Question

prove geometrically, if the distances of a point from two fixed points are in constant ratio, and the ratio is not equal to 1, then the locus of the variable point will be a circle

Answer 1

This is in two dimeensional space right?

Answer 2

yeah

Answer 3

I got it.

Answer 4

Isn't it supposed to be an ellipse?

Answer 5

i dont think that

Answer 6

in ellipse, the sum of distances of any point on it from the foci are constant

Answer 7

in fact, if u take 2 fixed points and write the equation for any arbitrary point satisfying the property, u will get an equation of a circle

Answer 8

Suppose the fixed points are A, at (x_1,y_1), and B, at (x_2, y_2). We're given that the distance of point P, at (x,y), from points A and B is in a fixed ratio, i.e.
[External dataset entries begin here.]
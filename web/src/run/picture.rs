//! The small picture of a run: its two ends by name, its breaker, and the wire as wide as it is thick.

use engine::run::{Ask, Kind, size};
use leptos::prelude::*;

use crate::derived::dynamic;

/// The picture. Nothing is drawn before the kind of run is known.
pub fn picture(ask: Memo<Ask>) -> AnyView {
    dynamic(move || ask.with(|ask| ask.kind.typed().map_or_else(|| ().into_any(), |kind| drawn(ask, kind))))
}

/// Wire width on screen: 2 + 1.1 · √mm², as on the line.
fn width(ask: &Ask) -> f64 {
    let area = size(ask).ok().and_then(|found| found.conductor).map_or(4.0, |one| one.size.area().get());
    (2.0 + 1.1 * area.sqrt()).min(16.0)
}

fn drawn(ask: &Ask, kind: Kind) -> AnyView {
    let (from, to) = kind.ends();
    // The breaker stands at the end that can feed a fault: the bank's side of every run on the bus.
    let at_far_end = matches!(kind, Kind::ControllerOutput);
    let breaker = if at_far_end { 236.0 } else { 84.0 };
    let label = format!("{from} to {to}, breaker at the {} end", if at_far_end { to } else { from });
    let wide = format!("{:.1}", width(ask));
    view! {
        <svg class="run-pic" viewBox="0 0 320 64" role="img" aria-label=label>
            <path class="wire" d="M44 24H276" stroke-width=wide/>
            <rect class="end" x="2" y="6" width="42" height="36"/>
            <rect class="end" x="276" y="6" width="42" height="36"/>
            <path class="gap" d=format!("M{:.0} 24h24", breaker - 12.0)/>
            <path class="blade" d=format!("M{:.0} 24l20 -11", breaker - 12.0)/>
            <circle class="pin" cx=format!("{:.0}", breaker - 12.0) cy="24" r="2.6"/>
            <circle class="pin" cx=format!("{:.0}", breaker + 12.0) cy="24" r="2.6"/>
            <text x="2" y="58">{from}</text>
            <text x="318" y="58" text-anchor="end">{to}</text>
        </svg>
    }
    .into_any()
}
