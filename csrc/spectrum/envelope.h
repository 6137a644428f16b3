/* A band of a record as an analytic signal, and its envelope.
 *
 * The band is cut out of the transform of the whole record by sharp edges (both
 * included) and the negative frequencies are dropped (D. Gabor, "Theory of
 * communication", 1946); 0 Hz and half the rate, where they lie inside, count
 * once and have no quadrature part.  The record is taken as one period.
 */
#ifndef LBR_SPECTRUM_ENVELOPE_H
#define LBR_SPECTRUM_ENVELOPE_H

#include "spectrum/transform.h"

/* re: the record, points values; gets the in-phase part; im gets the
 * quadrature part; low, high in cycles per sample, 0 <= low <= high <= 1/2.
 * bins, spare: points / 2 + 1 values.  All from lbr_transform_buffer.
 * LBR_DOMAIN: edges out of range or no bin between them. */
LBR_CHECKED lbr_status lbr_analytic(const lbr_transform *transform, double low,
                                    double high, double *re, double *im,
                                    double complex *bins,
                                    double complex *spare);

/* out[i] = sqrt(re^2 + im^2) */
void lbr_magnitudes(const double *re, const double *im, size_t n, double *out);

#endif
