#include "spectrum/envelope.h"

#include <math.h>

lbr_status lbr_analytic(const lbr_transform *transform, double low,
                        double high, double *re, double *im,
                        double complex *bins, double complex *spare) {
  size_t n = lbr_transform_points(transform), half = n / 2 + 1, kept = 0;
  if (!(low >= 0 && low <= high && high <= 0.5)) return LBR_DOMAIN;
  lbr_transform_forward(transform, re, bins);
  for (size_t k = 0; k < half; k++) {
    double f = (double)k / (double)n, a = creal(bins[k]), b = cimag(bins[k]);
    int in = f >= low && f <= high, once = k == 0 || 2 * k == n;
    kept += (size_t)in;
    bins[k] = in ? CMPLX(a, b) : CMPLX(0, 0);
    spare[k] = in && !once ? CMPLX(b, -a) : CMPLX(0, 0);
  }
  if (kept == 0) return LBR_DOMAIN;
  lbr_transform_back(transform, bins, re);
  lbr_transform_back(transform, spare, im);
  return LBR_OK;
}

void lbr_magnitudes(const double *re, const double *im, size_t n,
                    double *out) {
  for (size_t i = 0; i < n; i++) out[i] = sqrt(re[i] * re[i] + im[i] * im[i]);
}
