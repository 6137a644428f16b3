/* The cepstrum: what a spectrum's logarithm repeats with.
 *
 *   real   c[n] = inverse transform of ln |X[k]|
 *   power  c[n] = (inverse transform of ln |X[k]|^2)^2
 *
 * (B. P. Bogert, M. J. R. Healy and J. W. Tukey, 1963; A. V. Oppenheim and
 * R. W. Schafer, 1975.)  Quefrency n is n sample intervals; both halves are
 * given.
 */
#ifndef LBR_SPECTRUM_CEPSTRUM_H
#define LBR_SPECTRUM_CEPSTRUM_H

#include <stdbool.h>

#include "spectrum/transform.h"

/* x: the record, points values; gets the cepstrum.  bins: points / 2 + 1.
 * Both from lbr_transform_buffer.  Magnitudes below floor times the largest
 * count as that; LBR_DOMAIN when a magnitude is 0 with floor = 0, or all are.
 */
LBR_CHECKED lbr_status lbr_cepstrum(const lbr_transform *transform, double *x,
                                    double complex *bins, double floor,
                                    bool power);

#endif
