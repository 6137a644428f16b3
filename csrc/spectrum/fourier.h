/* Complex transforms of long records: rows and columns of a matrix that fit
 * the caches, on several threads.
 *
 *   X[k] = sum_j x[j] exp(-2 pi i k j / n),   n = n1 n2
 *
 * by n2 transforms of n1 points, twiddle factors, n1 transforms of n2 points
 * (Gentleman and Sande 1966; the "four-step" form, Bailey 1990, J.
 * Supercomputing 4, 23-35).  Short ones are one transform.
 */
#ifndef LBR_SPECTRUM_FOURIER_H
#define LBR_SPECTRUM_FOURIER_H

#include <complex.h>
#include <stddef.h>

#include "base/status.h"

typedef struct lbr_fourier lbr_fourier;

/* n: 1 .. LBR_TRANSFORM_MOST (LBR_DOMAIN), best a product of small primes;
 * workers: 0: one per core.  The object has its own workspace and runs one
 * transform at a time. */
LBR_CHECKED lbr_status lbr_fourier_new(size_t n, unsigned workers,
                                       lbr_fourier **out);
void lbr_fourier_free(lbr_fourier *fourier); /* NULL is fine */

/* From in to out, n values each, not the same memory; out from
 * lbr_transform_buffer.  weights: NULL, or 2 n numbers, one for each real and
 * imaginary part of the input (a window of a real record read as complex
 * pairs).  `in` survives. */
LBR_CHECKED lbr_status lbr_fourier_run(lbr_fourier *fourier,
                                       const double complex *in,
                                       const double *weights,
                                       double complex *out);

#endif
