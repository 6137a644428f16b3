#include "spectrum/response.h"

#include <math.h>

void lbr_coherence(const lbr_pair *p, double *out) {
  for (size_t k = 0; k < p->n; k++) {
    double size = hypot(p->re[k], p->im[k]);
    double g = size / p->xx[k] * (size / p->yy[k]);
    out[k] = g > 1 ? 1 : g;
  }
}

/* The real gain that stands before Sxy / |Sxy|^2, free of cancellation. */
static double total_gain(double xx, double yy, double cross2, double r) {
  double d = yy - r * xx, root = sqrt(d * d + 4 * r * cross2);
  return d >= 0 ? (d + root) / 2 : 2 * r * cross2 / (root - d);
}

void lbr_response(const lbr_pair *p, lbr_estimate estimate, double noise_ratio,
                  double *re, double *im) {
  for (size_t k = 0; k < p->n; k++) {
    double a = p->re[k], b = p->im[k], gain = 1 / p->xx[k];
    double cross2 = a * a + b * b;
    if (estimate == LBR_RESPONSE_H2)
      gain = p->yy[k] / cross2;
    else if (estimate == LBR_RESPONSE_TOTAL)
      gain = total_gain(p->xx[k], p->yy[k], cross2, noise_ratio) / cross2;
    re[k] = gain * a;
    im[k] = gain * b;
  }
}

void lbr_response_error(const double *coherence, size_t n, double averages,
                        double *out) {
  for (size_t k = 0; k < n; k++)
    out[k] = sqrt((1 - coherence[k]) / (2 * averages * coherence[k]));
}

/* Distance from peak k at which the power has fallen to a half going `step`
 * by step, linear in between; NAN: it meets an end or a larger value first. */
static double half_distance(const double *p, size_t n, size_t k, int step) {
  double half = p[k] / 2;
  size_t i = k;
  for (;;) {
    if (step < 0 ? i == 0 : i + 1 == n) return NAN;
    size_t next = step < 0 ? i - 1 : i + 1;
    if (p[next] > p[k]) return NAN;
    if (p[next] <= half) {
      double part = (p[i] - half) / (p[i] - p[next]);
      return fabs((double)i - (double)k) + part;
    }
    i = next;
  }
}

size_t lbr_narrow_peaks(const double *p, size_t n, double least,
                        lbr_narrow *out, size_t most) {
  size_t found = 0;
  for (size_t k = 1; k + 1 < n; k++) {
    if (!(p[k] > p[k - 1] && p[k] >= p[k + 1])) continue;
    double width = half_distance(p, n, k, -1) + half_distance(p, n, k, 1);
    if (!(width < least)) continue;
    if (found < most) out[found] = (lbr_narrow){k, width};
    found++;
  }
  return found;
}
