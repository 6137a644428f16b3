#include "spectrum/groups.h"

#define MOST_ORDERS 4096
#define MOST_CYCLES 4096

static double sum_of(const double *power, size_t first, size_t last) {
  double sum = 0;
  for (size_t k = first; k <= last; k++) sum += power[k];
  return sum;
}

lbr_status lbr_groups_of(const double *power, size_t bins, size_t cycles,
                         size_t orders, const lbr_groups *out) {
  size_t n = cycles, half = cycles / 2;
  if (n < 4 || n % 2 || n > MOST_CYCLES || orders < 1 || orders > MOST_ORDERS)
    return LBR_DOMAIN;
  if (bins < orders * n + half + 1) return LBR_DOMAIN;
  for (size_t i = 0; i < orders; i++) {
    size_t h = (i + 1) * n, below = i * n;
    out->group[i] = (power[h - half] + power[h + half]) / 2 +
                    sum_of(power, h - half + 1, h + half - 1);
    out->subgroup[i] = sum_of(power, h - 1, h + 1);
    out->inter[i] = sum_of(power, below + 1, below + n - 1);
    out->inter_centred[i] = sum_of(power, below + 2, below + n - 2);
  }
  return LBR_OK;
}
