/* The median of many values.
 */
#ifndef LBR_SPECTRUM_MEDIAN_H
#define LBR_SPECTRUM_MEDIAN_H

#include <stddef.h>

/* Median of n >= 1 values, the mean of the two middle ones for even n; not a
 * number where one of them is none.  The values are put in another order. */
double lbr_median(double *x, size_t n);

#endif
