#include "spectrum/median.h"

#include <math.h>

static void swap(double *a, double *b) {
  double kept = *a;
  *a = *b;
  *b = kept;
}

/* The middle one of the ends and the middle: a pivot that sorted runs do not
 * spoil. */
static double pivot_of(double *x, size_t low, size_t high) {
  size_t mid = low + (high - low) / 2;
  if (x[mid] < x[low]) swap(&x[mid], &x[low]);
  if (x[high] < x[low]) swap(&x[high], &x[low]);
  if (x[high] < x[mid]) swap(&x[high], &x[mid]);
  return x[mid];
}

/* Puts the value of rank r at x[r], smaller ones before it. */
static void select_rank(double *x, size_t n, size_t r) {
  size_t low = 0, high = n - 1;
  while (low < high) {
    double pivot = pivot_of(x, low, high);
    size_t i = low, j = high;
    for (;;) {
      while (x[i] < pivot) i++;
      while (x[j] > pivot) j--;
      if (i >= j) break;
      swap(&x[i++], &x[j--]);
    }
    /* x[low .. j] <= pivot <= x[j + 1 .. high] */
    if (i == j && r == j) return;
    if (r <= j) high = j; else low = j + 1;
  }
}

double lbr_median(double *x, size_t n) {
  for (size_t i = 0; i < n; i++)
    if (isnan(x[i])) return x[i];
  size_t r = n / 2;
  select_rank(x, n, r);
  if (n % 2) return x[r];
  double below = x[0];
  for (size_t i = 1; i < r; i++)
    if (x[i] > below) below = x[i];
  return below + (x[r] - below) / 2;
}
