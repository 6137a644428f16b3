/* Phasors of exactly reduced phases.
 */
#ifndef LBR_SPECTRUM_PHASE_H
#define LBR_SPECTRUM_PHASE_H

#include <complex.h>
#include <stddef.h>
#include <stdint.h>

/* exp(-2 pi i turns), right to an eps for |turns| <= 1. */
double complex lbr_phase_at(double turns);

/* exp(-2 pi i k / n), k < n. */
double complex lbr_phase_root(uint64_t k, uint64_t n);

/* exp(-2 pi i f m) for any whole number |m| <= 2^53: the product is reduced
 * by whole turns before it is rounded. */
double complex lbr_phase_product(double f, double m);

#endif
AP/BP = k, where k is not 1. We can say then that
\[AP=kBP\]
AP's length is
\[\sqrt{(x-x_1)^2+(y-y_1)^2}\]
and BP's length is
\[\sqrt{(x-x_2)^2+(y-y_2)^2}\]
So we have
\begin{eqnarray*}
\sqrt{(x-x_1)^2+(y-y_1)^2}&=&k\sqrt{(x-x_2)^2+(y-y_2)^2} \\
(x-x_1)^2+(y-y_1)^2&=&k^2((x-x_2)^2+(y-y_2)^2) \\
x^2-2xx_1+x_1^2+y_2-2yy_1+y_1^2&=&k^2(x^2-2xx_2+x_2^2+y^2-2yy_2+y_2^2) \\
x^2-2xx_1+x_1^2+y_2-2yy_1+y_1^2&=&k^2x^2-2k^2xx_2+k^2x_2^2+k^2y^2-2k^2yy_2+k^2y_2^2
\end{eqnarray*}
to be continued

Answer 9

i solved by that method, but i wanna know the synthetic geometrical proof.

Answer 10

so you know the answer by this method and you want a construction diagram?

Answer 11

yes, exactly. can u help me, please?

Answer 12

constructing this would be a bit difficult seeing as the radius of the resulting circle is quite a complicated expression, and so are the coordinates of the centre of the circle.

Answer 13

ok, i will b happy if anyone answers this. thanx 4 ur co-operation

Answer 14

if you want I can finish my algebraic argument. It has a subtle trick at a certain step.

Answer 15

certainly, you can do. i can verify my process

Answer 16

Part 2:
\[(1-k^2)x^2-2x(x_1-k^2x_2)+(x_1^2-k^2x_2^2)+(1-k^2)y_2^2-2y(y_1-k^2y_2)+(y_1^2-k^2y_2^2)=0\]
\[x^2-\frac{2(x_1-k^2x_2)}{1-k^2}+\frac{x_1^2-k^2x_2^2}{1-k^2}+y^2-\frac{2(y_1-k^2y_2)}{1-k^2}+\frac{y_1^2-k^2y_2^2}{1-k^2}=0\]
We consider
\[x^2-\frac{2(x_1-k^2x_2)}{1-k^2}+\frac{x_1^2-k^2x_2^2}{1-k^2}\]
only; the other three terms would be transformed in exactly the same way. Completing the square of the term, we get:
\[x^2-\frac{2(x_1-k^2x_2)}{1-k^2}+\Big(\frac{x_1-k^2x_2}{1-k^2}\Big)^2+\frac{x_1^2-k^2x_2^2}{1-k^2}-\Big(\frac{x_1-k^2x_2}{1-k^2}\Big)^2\]
\[=\Big(x-\frac{x_1-k^2x_2}{1-k^2}\Big)^2+\Big(\frac{x_1^2-k^2x_2^2}{1-k^2}-\Big(\frac{x_1-k^2x_2}{1-k^2}\Big)^2\Big)\]
Combining this with the other one, we get
\[(x-a)^2+(y-b)^2=r^2\]
where
\begin{eqnarray*}
a&=&\frac{x_1-k^2x_2}{1-k^2} \\
b&=&\frac{y_1-k^2y_2}{1-k^2} \\
r^2&=&\Big(\frac{x_1^2-k^2x_2^2}{k^2-1}-\Big(\frac{x_1-k^2x_2}{k^2-1}\Big)^2\Big)+\Big(\frac{y_1^2-k^2y_2^2}{k^2-1}-\Big(\frac{y_1-k^2y_2}{k^2-1}\Big)^2\Big)
\end{eqnarray*}
Notice also that if k=1, the denominator would vanish, which would make the whole argument above fail.